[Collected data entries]
_ _ _

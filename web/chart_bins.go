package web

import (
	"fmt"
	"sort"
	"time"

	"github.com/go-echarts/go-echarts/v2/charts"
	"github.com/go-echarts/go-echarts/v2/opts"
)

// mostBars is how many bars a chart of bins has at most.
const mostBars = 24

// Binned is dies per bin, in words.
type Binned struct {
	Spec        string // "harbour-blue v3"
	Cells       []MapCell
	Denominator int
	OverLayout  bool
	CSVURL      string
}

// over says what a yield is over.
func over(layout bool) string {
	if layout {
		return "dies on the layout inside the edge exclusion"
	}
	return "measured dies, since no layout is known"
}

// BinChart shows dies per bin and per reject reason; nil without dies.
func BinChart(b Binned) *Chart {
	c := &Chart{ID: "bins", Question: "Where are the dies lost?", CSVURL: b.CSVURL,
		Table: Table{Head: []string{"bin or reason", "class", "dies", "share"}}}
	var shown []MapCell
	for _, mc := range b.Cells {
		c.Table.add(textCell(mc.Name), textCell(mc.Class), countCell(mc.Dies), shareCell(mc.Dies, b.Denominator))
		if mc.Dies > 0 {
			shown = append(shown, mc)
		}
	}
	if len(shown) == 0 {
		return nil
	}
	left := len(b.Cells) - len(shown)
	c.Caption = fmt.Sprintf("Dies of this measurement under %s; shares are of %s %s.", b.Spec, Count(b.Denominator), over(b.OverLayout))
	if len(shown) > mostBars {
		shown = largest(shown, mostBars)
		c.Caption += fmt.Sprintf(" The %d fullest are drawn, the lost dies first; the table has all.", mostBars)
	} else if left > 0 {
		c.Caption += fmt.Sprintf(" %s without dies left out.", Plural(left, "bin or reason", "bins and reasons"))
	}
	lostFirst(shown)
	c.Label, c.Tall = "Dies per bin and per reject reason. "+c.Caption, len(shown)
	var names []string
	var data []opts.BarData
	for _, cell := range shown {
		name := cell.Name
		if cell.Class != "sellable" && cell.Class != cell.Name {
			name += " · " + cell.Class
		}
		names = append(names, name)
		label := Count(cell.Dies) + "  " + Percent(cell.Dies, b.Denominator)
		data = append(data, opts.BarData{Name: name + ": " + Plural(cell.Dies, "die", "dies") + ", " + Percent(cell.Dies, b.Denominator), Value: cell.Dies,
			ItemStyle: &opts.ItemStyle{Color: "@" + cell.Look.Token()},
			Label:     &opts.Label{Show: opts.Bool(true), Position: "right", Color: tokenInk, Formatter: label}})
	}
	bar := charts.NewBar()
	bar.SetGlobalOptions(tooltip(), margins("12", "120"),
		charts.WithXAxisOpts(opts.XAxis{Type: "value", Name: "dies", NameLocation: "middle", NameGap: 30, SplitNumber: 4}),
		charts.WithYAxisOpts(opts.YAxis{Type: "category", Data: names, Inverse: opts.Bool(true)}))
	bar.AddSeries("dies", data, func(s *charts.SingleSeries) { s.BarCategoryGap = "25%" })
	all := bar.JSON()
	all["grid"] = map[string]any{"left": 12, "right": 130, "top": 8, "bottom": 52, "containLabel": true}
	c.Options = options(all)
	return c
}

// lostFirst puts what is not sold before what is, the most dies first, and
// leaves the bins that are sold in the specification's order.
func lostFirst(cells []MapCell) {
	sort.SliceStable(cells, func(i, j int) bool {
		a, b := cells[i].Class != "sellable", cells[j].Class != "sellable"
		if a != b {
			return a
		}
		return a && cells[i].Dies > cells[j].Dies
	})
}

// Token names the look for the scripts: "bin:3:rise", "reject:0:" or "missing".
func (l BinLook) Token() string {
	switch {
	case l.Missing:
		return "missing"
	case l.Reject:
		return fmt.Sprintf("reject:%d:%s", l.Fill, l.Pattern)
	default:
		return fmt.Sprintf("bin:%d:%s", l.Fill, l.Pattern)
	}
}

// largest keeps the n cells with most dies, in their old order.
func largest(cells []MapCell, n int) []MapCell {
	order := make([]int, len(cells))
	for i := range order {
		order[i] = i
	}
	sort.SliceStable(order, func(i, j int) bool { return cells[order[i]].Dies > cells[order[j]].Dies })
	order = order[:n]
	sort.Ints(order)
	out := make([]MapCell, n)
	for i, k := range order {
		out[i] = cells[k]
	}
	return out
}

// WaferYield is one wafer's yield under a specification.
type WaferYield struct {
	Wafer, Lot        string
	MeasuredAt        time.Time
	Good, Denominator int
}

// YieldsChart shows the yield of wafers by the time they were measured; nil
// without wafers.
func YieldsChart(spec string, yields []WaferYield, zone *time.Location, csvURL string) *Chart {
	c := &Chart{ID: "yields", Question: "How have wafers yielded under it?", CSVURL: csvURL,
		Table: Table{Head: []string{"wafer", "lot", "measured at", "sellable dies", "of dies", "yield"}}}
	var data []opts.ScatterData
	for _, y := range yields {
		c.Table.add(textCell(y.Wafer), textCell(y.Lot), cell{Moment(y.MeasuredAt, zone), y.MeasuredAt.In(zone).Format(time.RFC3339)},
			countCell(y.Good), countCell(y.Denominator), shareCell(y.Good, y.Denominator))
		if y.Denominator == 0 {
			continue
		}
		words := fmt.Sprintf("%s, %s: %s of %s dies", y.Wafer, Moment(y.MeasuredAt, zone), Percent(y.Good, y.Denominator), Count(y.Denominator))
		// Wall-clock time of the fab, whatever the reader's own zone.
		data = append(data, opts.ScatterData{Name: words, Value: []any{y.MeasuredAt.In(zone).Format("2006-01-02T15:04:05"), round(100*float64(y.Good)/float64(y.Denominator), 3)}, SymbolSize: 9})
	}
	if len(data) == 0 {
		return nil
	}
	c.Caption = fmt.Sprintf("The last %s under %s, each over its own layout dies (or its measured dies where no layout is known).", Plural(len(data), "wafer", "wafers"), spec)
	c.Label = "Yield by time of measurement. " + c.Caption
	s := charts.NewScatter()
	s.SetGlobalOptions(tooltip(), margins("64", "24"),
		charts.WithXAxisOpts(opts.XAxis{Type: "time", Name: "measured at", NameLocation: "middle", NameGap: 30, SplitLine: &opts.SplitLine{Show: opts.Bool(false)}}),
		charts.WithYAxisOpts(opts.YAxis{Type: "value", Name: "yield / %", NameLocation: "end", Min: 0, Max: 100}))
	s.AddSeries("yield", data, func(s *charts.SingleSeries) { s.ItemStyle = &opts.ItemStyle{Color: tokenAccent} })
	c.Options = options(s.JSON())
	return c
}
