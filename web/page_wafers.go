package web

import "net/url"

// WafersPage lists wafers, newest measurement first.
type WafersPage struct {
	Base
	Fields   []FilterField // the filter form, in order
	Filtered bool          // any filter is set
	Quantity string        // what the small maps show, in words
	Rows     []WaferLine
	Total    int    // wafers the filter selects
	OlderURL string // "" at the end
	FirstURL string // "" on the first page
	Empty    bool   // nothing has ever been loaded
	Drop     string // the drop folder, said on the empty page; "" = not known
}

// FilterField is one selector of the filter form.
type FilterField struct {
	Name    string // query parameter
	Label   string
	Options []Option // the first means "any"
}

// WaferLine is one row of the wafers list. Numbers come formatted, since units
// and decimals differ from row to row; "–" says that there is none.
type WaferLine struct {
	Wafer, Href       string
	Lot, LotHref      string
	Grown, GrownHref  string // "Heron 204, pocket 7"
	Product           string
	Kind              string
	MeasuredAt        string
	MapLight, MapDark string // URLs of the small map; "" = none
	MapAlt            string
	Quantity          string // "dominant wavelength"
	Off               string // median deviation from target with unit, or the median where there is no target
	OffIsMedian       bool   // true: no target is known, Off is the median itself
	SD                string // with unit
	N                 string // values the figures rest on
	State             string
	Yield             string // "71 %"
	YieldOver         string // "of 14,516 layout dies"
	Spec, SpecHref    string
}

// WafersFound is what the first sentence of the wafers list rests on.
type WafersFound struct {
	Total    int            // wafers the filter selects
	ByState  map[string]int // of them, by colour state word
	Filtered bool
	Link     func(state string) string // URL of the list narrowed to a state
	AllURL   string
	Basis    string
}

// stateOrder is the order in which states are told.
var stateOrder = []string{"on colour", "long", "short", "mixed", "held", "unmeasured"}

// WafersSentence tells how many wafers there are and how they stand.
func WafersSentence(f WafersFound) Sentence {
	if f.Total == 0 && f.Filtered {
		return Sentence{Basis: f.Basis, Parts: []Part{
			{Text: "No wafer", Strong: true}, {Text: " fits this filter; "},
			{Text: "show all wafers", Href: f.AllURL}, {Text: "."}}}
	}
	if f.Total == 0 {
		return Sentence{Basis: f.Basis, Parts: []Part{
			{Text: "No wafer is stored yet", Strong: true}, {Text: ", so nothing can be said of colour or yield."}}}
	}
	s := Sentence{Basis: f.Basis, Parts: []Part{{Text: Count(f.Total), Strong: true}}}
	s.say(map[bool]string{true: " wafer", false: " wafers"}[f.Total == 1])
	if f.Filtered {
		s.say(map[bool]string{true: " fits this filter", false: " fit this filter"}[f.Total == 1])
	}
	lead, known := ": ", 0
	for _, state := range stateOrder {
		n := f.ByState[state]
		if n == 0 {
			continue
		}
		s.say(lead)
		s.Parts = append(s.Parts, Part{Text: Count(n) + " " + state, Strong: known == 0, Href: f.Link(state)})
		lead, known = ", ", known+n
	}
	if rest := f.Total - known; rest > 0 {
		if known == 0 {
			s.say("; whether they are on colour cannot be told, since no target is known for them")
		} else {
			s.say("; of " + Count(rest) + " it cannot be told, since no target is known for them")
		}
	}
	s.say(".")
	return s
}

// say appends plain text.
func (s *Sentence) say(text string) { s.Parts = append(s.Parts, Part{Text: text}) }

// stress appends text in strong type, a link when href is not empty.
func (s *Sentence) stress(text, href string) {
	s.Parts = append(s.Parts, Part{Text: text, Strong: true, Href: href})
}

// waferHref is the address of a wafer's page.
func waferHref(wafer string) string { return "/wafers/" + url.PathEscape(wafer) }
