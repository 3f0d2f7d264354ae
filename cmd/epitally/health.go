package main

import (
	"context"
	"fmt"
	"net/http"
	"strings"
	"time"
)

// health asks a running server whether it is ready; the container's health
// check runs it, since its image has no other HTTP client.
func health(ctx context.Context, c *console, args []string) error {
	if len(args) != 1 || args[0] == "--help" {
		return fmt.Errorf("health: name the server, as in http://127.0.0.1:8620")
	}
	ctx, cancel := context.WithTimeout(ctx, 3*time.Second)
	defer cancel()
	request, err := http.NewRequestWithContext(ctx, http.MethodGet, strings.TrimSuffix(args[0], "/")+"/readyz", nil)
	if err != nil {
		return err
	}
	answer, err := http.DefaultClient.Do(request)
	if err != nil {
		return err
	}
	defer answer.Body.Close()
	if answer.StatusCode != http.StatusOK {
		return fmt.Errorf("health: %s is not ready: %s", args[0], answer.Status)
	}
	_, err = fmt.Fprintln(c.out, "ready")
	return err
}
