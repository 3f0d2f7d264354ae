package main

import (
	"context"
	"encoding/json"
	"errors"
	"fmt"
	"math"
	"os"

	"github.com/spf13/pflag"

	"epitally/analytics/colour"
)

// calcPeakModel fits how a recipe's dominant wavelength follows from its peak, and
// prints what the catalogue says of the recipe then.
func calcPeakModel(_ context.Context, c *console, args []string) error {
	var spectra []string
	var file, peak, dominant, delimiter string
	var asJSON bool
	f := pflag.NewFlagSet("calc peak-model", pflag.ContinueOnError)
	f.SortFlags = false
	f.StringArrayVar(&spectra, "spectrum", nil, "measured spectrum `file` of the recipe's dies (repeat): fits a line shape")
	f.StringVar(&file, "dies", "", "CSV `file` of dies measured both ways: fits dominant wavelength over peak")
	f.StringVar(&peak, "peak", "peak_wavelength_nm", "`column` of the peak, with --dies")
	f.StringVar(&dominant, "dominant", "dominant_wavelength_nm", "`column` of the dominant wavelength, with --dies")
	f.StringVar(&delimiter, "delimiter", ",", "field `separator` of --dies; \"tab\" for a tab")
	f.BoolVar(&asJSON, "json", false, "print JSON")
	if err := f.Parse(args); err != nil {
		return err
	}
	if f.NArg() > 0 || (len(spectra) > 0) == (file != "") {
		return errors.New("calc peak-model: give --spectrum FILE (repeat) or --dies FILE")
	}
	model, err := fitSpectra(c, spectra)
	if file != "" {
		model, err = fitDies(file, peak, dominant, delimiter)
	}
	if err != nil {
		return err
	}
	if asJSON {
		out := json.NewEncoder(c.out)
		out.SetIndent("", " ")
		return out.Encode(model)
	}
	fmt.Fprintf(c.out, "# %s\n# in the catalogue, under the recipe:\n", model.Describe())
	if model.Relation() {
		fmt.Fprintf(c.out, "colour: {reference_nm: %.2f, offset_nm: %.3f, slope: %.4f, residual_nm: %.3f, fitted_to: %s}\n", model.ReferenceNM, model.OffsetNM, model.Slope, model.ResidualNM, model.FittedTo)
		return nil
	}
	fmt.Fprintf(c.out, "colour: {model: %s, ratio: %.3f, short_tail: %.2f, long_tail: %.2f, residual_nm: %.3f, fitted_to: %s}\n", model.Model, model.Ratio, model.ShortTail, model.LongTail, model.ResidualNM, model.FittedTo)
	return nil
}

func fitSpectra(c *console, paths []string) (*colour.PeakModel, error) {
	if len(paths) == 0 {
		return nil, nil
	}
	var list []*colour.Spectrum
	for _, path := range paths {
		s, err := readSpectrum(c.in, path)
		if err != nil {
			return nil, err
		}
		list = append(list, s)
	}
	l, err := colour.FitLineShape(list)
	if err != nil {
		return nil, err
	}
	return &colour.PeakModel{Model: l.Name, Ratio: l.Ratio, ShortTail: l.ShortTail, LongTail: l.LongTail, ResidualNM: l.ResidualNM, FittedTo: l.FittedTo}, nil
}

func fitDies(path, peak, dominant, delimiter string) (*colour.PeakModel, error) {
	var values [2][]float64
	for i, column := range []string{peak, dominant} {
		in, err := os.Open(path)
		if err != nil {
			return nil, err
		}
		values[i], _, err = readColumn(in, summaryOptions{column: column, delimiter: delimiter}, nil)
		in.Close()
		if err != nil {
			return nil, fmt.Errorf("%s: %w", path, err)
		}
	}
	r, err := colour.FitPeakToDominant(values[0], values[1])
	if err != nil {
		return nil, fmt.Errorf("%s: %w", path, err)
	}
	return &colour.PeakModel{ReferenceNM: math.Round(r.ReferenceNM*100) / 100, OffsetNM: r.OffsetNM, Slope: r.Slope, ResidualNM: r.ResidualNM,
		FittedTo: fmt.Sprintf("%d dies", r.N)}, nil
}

_ _ _

§ **ACTIVITY**
Return every line from the records above that holds the word "WafersSentence".

§ **RESPONSE TO THIS EXERCISE**
// WafersSentence tells how many wafers there are and how they stand.
func WafersSentence(f WafersFound) Sentence {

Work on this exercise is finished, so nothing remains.